Alice In TX/MO said:


> Do not use Clorox. It will permanently damage the fabric, and it does NOT kill mold/mildew spores.
> 
> HowStuffWorks "How to Remove Mildew Stains: Tips and Guidelines"


Thanks, Alice! I only used a Clorox solution on the undersides of the pews on the wood that had mold growing on it, not on any fabrics.


----------



## Wildfire_Jewel (Nov 5, 2006)

Where did you get the info that Clorox doesn't kill mildew?? Doesn't the regular stuff say it does right on the bottle?


----------



## HoofPick (Jan 16, 2012)

I've used plain vinegar on fabric before and it worked pretty well.


----------



## Tinker (Apr 5, 2004)

I've ordered from this company before, and was pleased with their stuff.

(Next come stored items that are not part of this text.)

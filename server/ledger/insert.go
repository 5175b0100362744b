package ledger

import (
	"context"
	"database/sql"

	"lapgate/pipeline"
)

const inspectionColumns = `id, part, revision, surface, process, lot, unit, line, station, attempt, purpose,
	digest, request_id, captured_us, counted_us, judged_us, clock, late, verdict, recipe, latency_ms`

func insert(ctx context.Context, tx *sql.Tx, in Inspection, t texts) error {
	_, err := tx.ExecContext(ctx, `INSERT INTO inspections (`+inspectionColumns+`)
		VALUES ($1, $2, $3, $4, $5, $6, $7, $8, $9, $10, $11, $12, $13, $14, $15, $16, $17, $18, $19, $20, $21)`,
		in.ID, in.Part, in.Revision, in.Surface, in.Process, in.Lot, in.Unit, in.Line, in.Station, in.Attempt, string(in.Purpose),
		in.Digest, in.RequestID, micros(in.Captured), micros(in.Counted), micros(in.Judged), string(in.Clock), flag(in.Late),
		string(in.Judgement.Verdict), in.Judgement.Recipe, in.LatencyMS)
	if err != nil {
		return err
	}
	if err := insertEvidence(ctx, tx, in, t); err != nil {
		return err
	}
	if err := insertJudgement(ctx, tx, in.ID, 0, in.Judgement); err != nil {
		return err
	}
	if in.Check != nil {
		if err := insertCheck(ctx, tx, in); err != nil {
			return err
		}
	}
	return touch(ctx, tx, in.Identity)
}

func insertEvidence(ctx context.Context, tx *sql.Tx, in Inspection, t texts) error {
	for i, v := range in.Evidence.Views {
		_, err := tx.ExecContext(ctx, `INSERT INTO views (inspection_id, ordinal, name, frames, calibration, coverage)
			VALUES ($1, $2, $3, $4, $5, $6)`, in.ID, i, v.Name, t.frames[i], v.Calibration, v.Coverage.Share)
		if err != nil {
			return err
		}
	}
	_, err := tx.ExecContext(ctx, `INSERT INTO evidence (inspection_id, body) VALUES ($1, $2)`, in.ID, t.evidence)
	return err
}

func insertJudgement(ctx context.Context, tx *sql.Tx, id, seq int64, j pipeline.Judgement) error {
	reasons, versions, err := encodeJudgement(j)
	if err != nil {
		return err
	}
	_, err = tx.ExecContext(ctx, `INSERT INTO judgements (inspection_id, seq, made_by, person, verdict, reasons, recipe,
		detection_hash, judging_hash, program_version, stage_versions, at_us)
		VALUES ($1, $2, $3, $4, $5, $6, $7, $8, $9, $10, $11, $12)`,
		id, seq, j.By, j.Person, string(j.Verdict), reasons, j.Recipe,
		j.DetectionHash, j.JudgingHash, j.ProgramVersion, versions, micros(j.At))
	return err
}

// nextSeq returns the number of the next row of a table that counts within an
// inspection: judgements or outcomes.
func nextSeq(ctx context.Context, tx *sql.Tx, table string, id int64) (int64, error) {
	var seq int64
	err := tx.QueryRowContext(ctx, `SELECT COALESCE(MAX(seq) + 1, 0) FROM `+table+` WHERE inspection_id = $1`, id).Scan(&seq)
	return seq, err
}
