package ledger

import (
	"context"
	"database/sql"
	"database/sql/driver"
	"errors"
	"io"
	"net"
	"slices"
	"strings"

	"lapgate/pipeline"

	"github.com/jackc/pgx/v5/pgconn"
	_ "github.com/jackc/pgx/v5/stdlib" // the "pgx" driver of database/sql
)

const postgresName = "postgresql"

// postgresConnections is how many connections one server opens at most.
const postgresConnections = 8

func postgresEngine() engine {
	return engine{name: postgresName, open: openPostgres, classify: classifyPostgres, again: againPostgres}
}

func openPostgres(dsn string) (writer, reader *sql.DB, err error) {
	writer, err = sql.Open("pgx", dsn)
	if err != nil {
		return nil, nil, pipeline.Invalid("ledger: %w: want postgres://user@host/database", err)
	}
	reader, err = sql.Open("pgx", dsn)
	if err != nil {
		return nil, nil, errors.Join(err, writer.Close())
	}
	for _, db := range []*sql.DB{writer, reader} {
		db.SetMaxOpenConns(postgresConnections)
		db.SetMaxIdleConns(postgresConnections)
	}
	return writer, reader, nil
}

// againPostgres knows the codes of PostgreSQL's appendix A: 40001 serialization_failure,
// 40P01 deadlock_detected, and 23505 unique_violation, which is another server having
// inserted the same key since this one looked. A pooled connection that turns out to be
// dead before anything was done on it is replaced by another.
func againPostgres(err error) bool {
	var begun notBegun
	if errors.As(err, &begun) && lost(err) {
		return true
	}
	var e *pgconn.PgError
	return errors.As(err, &e) && slices.Contains([]string{"40001", "40P01", "23505"}, e.Code)
}

func classifyPostgres(err error) error {
	var refused *pgconn.ConnectError
	if errors.As(err, &refused) {
		return pipeline.Fail(pipeline.Unready, "ledger: PostgreSQL does not answer (%w): check that it runs and the address is right", err)
	}
	if lost(err) {
		return pipeline.Fail(pipeline.Unready, "ledger: PostgreSQL went away (%w): send it again", err)
	}
	var e *pgconn.PgError
	if !errors.As(err, &e) {
		return err
	}
	switch {
	case strings.HasPrefix(e.Code, "53"): // insufficient_resources; 53100 is disk_full
		return pipeline.Fail(pipeline.Exhausted, "ledger: no room to write (%w); nothing of this was recorded: free disk space and send it again", err)
	case e.Code == "25006": // read_only_sql_transaction
		return pipeline.Fail(pipeline.Unready, "ledger: PostgreSQL is read-only (%w): name the primary", err)
	case againPostgres(err):
		return pipeline.Fail(pipeline.Exhausted, "ledger: other writers were faster %d times (%w): send it again", maxTries, err)
	}
	return err
}

// lost reports whether the connection broke: classes 57 (operator intervention) and 08
// (connection exception), and what the network says.
func lost(err error) bool {
	var e *pgconn.PgError
	if errors.As(err, &e) {
		return strings.HasPrefix(e.Code, "57P") || strings.HasPrefix(e.Code, "08")
	}
	var network net.Error
	return errors.As(err, &network) && !errors.Is(err, context.DeadlineExceeded) ||
		errors.Is(err, io.EOF) || errors.Is(err, io.ErrUnexpectedEOF) || errors.Is(err, driver.ErrBadConn)
}
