package ledger

import (
	"context"
	"time"

	"lapgate/pipeline"
)

// Dimension is something that counts can be grouped by.
type Dimension string

// The dimensions.
const (
	ByPart    Dimension = "part"
	BySurface Dimension = "surface"
	ByProcess Dimension = "process"
	ByLot     Dimension = "lot"
	ByLine    Dimension = "line"
	ByStation Dimension = "station"
	ByRecipe  Dimension = "recipe"
	ByPurpose Dimension = "purpose"
)

// Dimensions lists the dimensions in a fixed order.
func Dimensions() []Dimension {
	return []Dimension{ByPart, BySurface, ByProcess, ByLot, ByLine, ByStation, ByRecipe, ByPurpose}
}

// Question asks for counts. Of the filter, Unit, Verdict, NotJudgedBy and Shard cannot be
// used; From and To must be whole multiples of Bucket.
type Question struct {
	Filter
	GroupBy []Dimension
	Every   time.Duration // length of a time group, a multiple of Bucket; 0 = no time groups
	Origin  time.Time     // any start of a time group, such as a local midnight; zero = 1970-01-01 UTC
}

// Group names what a row of counts is about.
type Group struct {
	Of    map[Dimension]string // for each dimension of GroupBy
	Start time.Time            // of the time group; zero without Every
}

// Tally counts by verdict.
type Tally struct{ Accept, Reject, Hold int64 }

// Total returns the sum.
func (t Tally) Total() int64 { return t.Accept + t.Reject + t.Hold }

// Final counts units by their last word: the disposition of the last showing, or its
// verdict. Open (holds nobody has closed) and Rework (sent round and not shown since) may
// still go either way: final yield lies between Accept and Accept + Open + Rework.
type Final struct{ Accept, Reject, Open, Rework int64 }

// Total returns the sum.
func (f Final) Total() int64 { return f.Accept + f.Reject + f.Open + f.Rework }

// Counts are exact. A unit here is one surface of a unit at one kind of station. First,
// Final, Attempts and FirstBinned speak of units that entered, that is were shown for the
// first time on record, in the group; Showings and Binned of everything shown in it. A
// unit whose attempt 1 is not on record is in Final and not in First.
type Counts struct {
	Group
	Showings    Tally // by the line's verdict
	First       Tally // first attempts by the line's verdict: a hold is no pass
	Final       Final
	Attempts    int64 // showings, whenever they were, of the units in Final
	Binned      Tally // by the bin that the line reported, where it did
	FirstBinned Tally // first attempts by that bin
	// RetestAccepts are units of First that were not accepted there and were by the line at
	// a later attempt, by the first attempt's verdict; Accept is always 0.
	RetestAccepts Tally
	// Permanent are the units of First by what their first attempt is worth when the defects
	// that a later showing proved removable are left out; all others count as permanent.
	Permanent Tally
}

// Counts answers a question, one row per group that holds anything, in order of time and
// of the dimensions.
func (s *Store) Counts(ctx context.Context, q Question) ([]Counts, error) {
	var out []Counts
	var v pipeline.Verdict
	var n verdictCounts
	a := answer{table: `rollup_verdicts`, keys: []string{`i.verdict`},
		sums: []string{`showings`, `first_pass`, `final`, `attempts`, `binned`, `first_binned`, `retest_accepts`, `permanent`},
		into: []any{&v, &n.showings, &n.first, &n.final, &n.attempts, &n.binned, &n.firstBinned, &n.retestAccepts, &n.permanent}}
	err := s.ask(ctx, q, a, func(g Group) {
		if len(out) == 0 || !out[len(out)-1].Group.equal(g) {
			out = append(out, Counts{Group: g})
		}
		out[len(out)-1].add(v, n)
	})
	return out, err
}

func (c *Counts) add(v pipeline.Verdict, n verdictCounts) {
	c.Attempts += n.attempts
	c.Permanent.set(v, n.permanent)
	switch v {
	case pipeline.Accept:
		c.Showings.Accept, c.First.Accept, c.Final.Accept = n.showings, n.first, n.final
		c.Binned.Accept, c.FirstBinned.Accept = n.binned, n.firstBinned
	case pipeline.Reject:
		c.Showings.Reject, c.First.Reject, c.Final.Reject = n.showings, n.first, n.final
		c.Binned.Reject, c.FirstBinned.Reject = n.binned, n.firstBinned
		c.RetestAccepts.Reject = n.retestAccepts
	case pipeline.Hold:
		c.Showings.Hold, c.First.Hold, c.Final.Open = n.showings, n.first, n.final
		c.Binned.Hold, c.FirstBinned.Hold = n.binned, n.firstBinned
		c.RetestAccepts.Hold = n.retestAccepts
	case inRework:
		c.Final.Rework = n.final
	}
}

func (t *Tally) set(v pipeline.Verdict, n int64) {
	switch v {
	case pipeline.Accept:
		t.Accept = n
	case pipeline.Reject:
		t.Reject = n
	case pipeline.Hold:
		t.Hold = n
	}
}

// ReasonCounts says how often a reason was given. Showings over all reasons add up to
// more than were shown where one had several; Principal counts each showing once, under
// its first reason.
type ReasonCounts struct {
	Group
	Verdict        pipeline.Verdict // the line's, of the showings counted
	Reason         string
	Showings       int64
	Principal      int64
	First          int64 // Showings, first attempts only
	FirstPrincipal int64 // Principal, first attempts only
	Removable      int64 // of First: those without this reason by their permanent defects alone
}

// Reasons answers a question by reason.
func (s *Store) Reasons(ctx context.Context, q Question) ([]ReasonCounts, error) {
	var out []ReasonCounts
	var n ReasonCounts
	a := answer{table: `rollup_reasons`, keys: []string{`i.verdict`, `i.reason`},
		sums: []string{`showings`, `principal`, `first_showings`, `first_principal`, `removable`},
		into: []any{&n.Verdict, &n.Reason, &n.Showings, &n.Principal, &n.First, &n.FirstPrincipal, &n.Removable}}
	err := s.ask(ctx, q, a, func(g Group) {
		n.Group = g
		out = append(out, n)
	})
	return out, err
}
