package ledger

import (
	"context"
	"database/sql"
	"fmt"

	"lapgate/pipeline"
)

// NextUnitID returns an id for an unserialised unit, which no other unit of the part has
// or will get: "u" and a number.
func (s *Store) NextUnitID(ctx context.Context, part string) (string, error) {
	if err := pipeline.CheckID("part", part); err != nil {
		return "", err
	}
	var unit string
	err := s.write(ctx, func(tx *sql.Tx) error {
		for taken := true; taken; {
			var n int64
			err := tx.QueryRowContext(ctx, `INSERT INTO unit_counters (part, last_unit) VALUES ($1, 1)
				ON CONFLICT (part) DO UPDATE SET last_unit = unit_counters.last_unit + 1 RETURNING last_unit`, part).Scan(&n)
			if err != nil {
				return err
			}
			unit = fmt.Sprintf("u%08d", n)
			// A serial that a client chose may look the same.
			err = tx.QueryRowContext(ctx, `SELECT EXISTS (SELECT 1 FROM inspections WHERE part = $1 AND unit = $2)`, part, unit).Scan(&taken)
			if err != nil {
				return err
			}
		}
		return nil
	})
	return unit, err
}

// NextAttempt gives out the next attempt for the part, lot, unit, surface, station and
// purpose of id, whatever the line: a retest on another line is a further attempt. Attempts
// given out and never recorded are not given out again.
func (s *Store) NextAttempt(ctx context.Context, id pipeline.Identity) (int, error) {
	id.Attempt = 1
	if err := id.Check(); err != nil {
		return 0, err
	}
	k := keyOf(id)
	var attempt int
	err := s.write(ctx, func(tx *sql.Tx) error {
		var recorded int
		err := tx.QueryRowContext(ctx, `SELECT COALESCE(MAX(attempt), 0) FROM inspections WHERE `+whereStation, k.args()...).Scan(&recorded)
		if err != nil {
			return err
		}
		return tx.QueryRowContext(ctx, `INSERT INTO attempts_issued (part, lot, unit, surface, station, purpose, attempt)
			VALUES ($1, $2, $3, $4, $5, $6, $7)
			ON CONFLICT (part, lot, unit, surface, station, purpose) DO UPDATE SET attempt =
			CASE WHEN attempts_issued.attempt >= excluded.attempt THEN attempts_issued.attempt + 1 ELSE excluded.attempt END
			RETURNING attempt`, k.args(recorded+1)...).Scan(&attempt)
	})
	if err != nil {
		return 0, err
	}
	id.Attempt = attempt
	return attempt, id.Check()
}
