package ledger

import (
	"context"
	"crypto/sha256"
	"fmt"
	"testing"
	"time"

	"lapgate/pipeline"
)

func TestPagesHoldEveryShowingOnceNewestFirst(t *testing.T) {
	onEach(t, func(t *testing.T, s *Store) {
		ctx := context.Background()
		for i := range 25 { // five at each moment, so that time alone does not order them
			mustRecord(t, s, disc(fmt.Sprintf("%02d", i), 1, pipeline.Accept, noon.Add(time.Duration(i/5)*time.Second)))
		}
		seen := map[string]bool{}
		last := noon.Add(time.Hour)
		p := Page{Limit: 7}
		for pages := 1; ; pages++ {
			got, err := s.Showings(ctx, Filter{Part: "disc-25"}, p)
			if err != nil {
				t.Fatal(err)
			}
			for _, sh := range got.List {
				if seen[sh.Unit] || sh.Counted.After(last) {
					t.Errorf("unit %s twice or out of order", sh.Unit)
				}
				seen[sh.Unit], last = true, sh.Counted
			}
			if p.After = got.Next; p.After == "" {
				if pages != 4 {
					t.Errorf("%d pages, want 4", pages)
				}
				break
			}
		}
		if len(seen) != 25 {
			t.Errorf("%d units, want 25", len(seen))
		}
		_, err := s.Showings(ctx, Filter{}, Page{After: "x"})
		wantKind(t, err, pipeline.InvalidKind)
	})
}

func TestFiltersAndShards(t *testing.T) {
	onEach(t, func(t *testing.T, s *Store) {
		ctx := context.Background()
		for i := range 20 {
			in := disc(fmt.Sprint(i), 1, pipeline.Reject, noon.Add(time.Duration(i)*time.Minute), "dig size", "scratch width")
			in.Lot, in.Purpose = []string{"L7", "L8"}[i%2], []pipeline.Purpose{pipeline.Production, pipeline.Study}[i/10]
			mustRecord(t, s, in)
		}
		mustRecord(t, s, disc("0", 2, pipeline.Accept, noon.Add(time.Hour)))
		for _, c := range []struct {
			name string
			f    Filter
			want int
		}{
			{"production", Filter{}, 11}, {"study", Filter{Purpose: pipeline.Study}, 10}, {"any", Filter{AnyPurpose: true}, 21},
			{"lot", Filter{Lot: "L8"}, 5}, {"unit", Filter{Unit: "0"}, 2}, {"verdict", Filter{Verdict: pipeline.Accept}, 1},
			{"time", Filter{From: noon.Add(time.Minute), To: noon.Add(3 * time.Minute)}, 2}, {"recipe", Filter{Recipe: "sha256:zz"}, 0},
		} {
			got, err := s.Showings(ctx, c.f, Page{})
			if err != nil || len(got.List) != c.want {
				t.Errorf("%s: %d showings, want %d, %v", c.name, len(got.List), c.want, err)
			}
		}
		units, err := s.Units(ctx, Filter{}, Page{})
		if err != nil || len(units.List) != 10 || units.List[0].Attempt != 2 || len(units.List[1].Judgement.Reasons) != 2 {
			t.Errorf("units: %+v, %v", units, err)
		}
		all := 0
		for i := range 3 {
			got, err := s.Showings(ctx, Filter{AnyPurpose: true, Shard: i, Shards: 3}, Page{})
			if err != nil {
				t.Fatal(err)
			}
			all += len(got.List)
		}
		if all != 21 {
			t.Errorf("three shards hold %d showings, want 21", all)
		}
		_, err = s.Showings(ctx, Filter{Shard: 3, Shards: 3}, Page{})
		wantKind(t, err, pipeline.InvalidKind)
	})
}

func TestUnitTellsEverythingInOrder(t *testing.T) {
	onEach(t, func(t *testing.T, s *Store) {
		ctx := context.Background()
		mustRecord(t, s, disc("0001", 2, pipeline.Accept, noon.Add(time.Hour)))
		mustRecord(t, s, disc("0001", 1, pipeline.Hold, noon))
		other := disc("0001", 1, pipeline.Accept, noon)
		other.Part = "disc-50"
		mustRecord(t, s, other)
		story, err := s.Unit(ctx, "disc-25", "0001")
		if err != nil || len(story) != 2 || story[0].Attempt != 1 || story[1].Attempt != 2 || len(story[0].Evidence.Views) != 1 {
			t.Errorf("%+v, %v", story, err)
		}
		if story, err = s.Unit(ctx, "", "0001"); err != nil || len(story) != 3 {
			t.Errorf("any part: %d showings, %v", len(story), err)
		}
		_, err = s.Unit(ctx, "", "0002")
		wantKind(t, err, pipeline.NotFoundKind)
	})
}

func TestUnitIDsAndAttemptsAreGivenOnce(t *testing.T) {
	onEach(t, func(t *testing.T, s *Store) {
		ctx := context.Background()
		mustRecord(t, s, disc("u00000002", 1, pipeline.Accept, noon)) // a serial that looks like ours
		for _, want := range []string{"u00000001", "u00000003"} {
			if got, err := s.NextUnitID(ctx, "disc-25"); err != nil || got != want {
				t.Errorf("got %s, %v, want %s", got, err, want)
			}
		}
		id := disc("0001", 0, "", noon).Identity
		next := func(want int) {
			t.Helper()
			if got, err := s.NextAttempt(ctx, id); err != nil || got != want {
				t.Errorf("attempt %d, %v, want %d", got, err, want)
			}
		}
		next(1)
		next(2) // the first is under way
		mustRecord(t, s, disc("0001", 1, pipeline.Hold, noon))
		next(3)
		id.Line = "B"
		next(4) // a retest on another line is a further attempt
		mustRecord(t, s, disc("0001", 7, pipeline.Hold, noon))
		next(8)
		id.Station = "incoming"
		next(1)
		if n := rowsIn(t, s, "attempts_issued"); n != 2 {
			t.Errorf("%d rows of attempts, want 2", n)
		}
	})
}

func TestRecipesAndCalibrationsAreKeptByHash(t *testing.T) {
	onEach(t, func(t *testing.T, s *Store) {
		ctx := context.Background()
		text := "part: disc-25\n"
		hash := fmt.Sprintf("sha256:%x", sha256.Sum256([]byte(text)))
		r := Recipe{Hash: hash, Part: "disc-25", File: "disc.yaml", Text: text}
		for range 2 {
			if err := s.PutRecipe(ctx, r); err != nil {
				t.Fatal(err)
			}
		}
		if got, err := s.Recipe(ctx, hash); err != nil || got.Text != text || got.File != "disc.yaml" {
			t.Errorf("%+v, %v", got, err)
		}
		if all, err := s.Recipes(ctx, "disc-25"); err != nil || len(all) != 1 {
			t.Errorf("%+v, %v", all, err)
		}
		r.Text += "x"
		wantKind(t, s.PutRecipe(ctx, r), pipeline.InvalidKind)
		_, err := s.Recipe(ctx, "sha256:none")
		wantKind(t, err, pipeline.NotFoundKind)
		if err := s.PutCalibration(ctx, Calibration{Hash: "sha256:dd", Light: "ring", Text: "format: 1\n"}); err != nil {
			t.Fatal(err)
		}
		if c, err := s.Calibration(ctx, "sha256:dd"); err != nil || c.Light != "ring" || c.Text != "format: 1\n" {
			t.Errorf("%+v, %v", c, err)
		}
		_, err = s.Calibration(ctx, "sha256:none")
		wantKind(t, err, pipeline.NotFoundKind)
	})
}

I have NOT used this product, but it might work:

Vital Oxide Mold Remover and Disinfectant - Allergy Relief - AchooAllergy.com

Or you can look at some of the other stuff they offer. Our mold was behind the bathtub walls, so it involved a complete remodel. I have used some of the dust/mites products.


----------



## VA Susan (Mar 2, 2010)

Hoofpick,
That would be the cheapest remedy. I'll try it on the fabric under the pews first. Thanks.


----------



## VA Susan (Mar 2, 2010)

Tinker,
That looks like a good product. I'll forward that link to our pastor's wife to see if they'd want to buy a bottle to try.


----------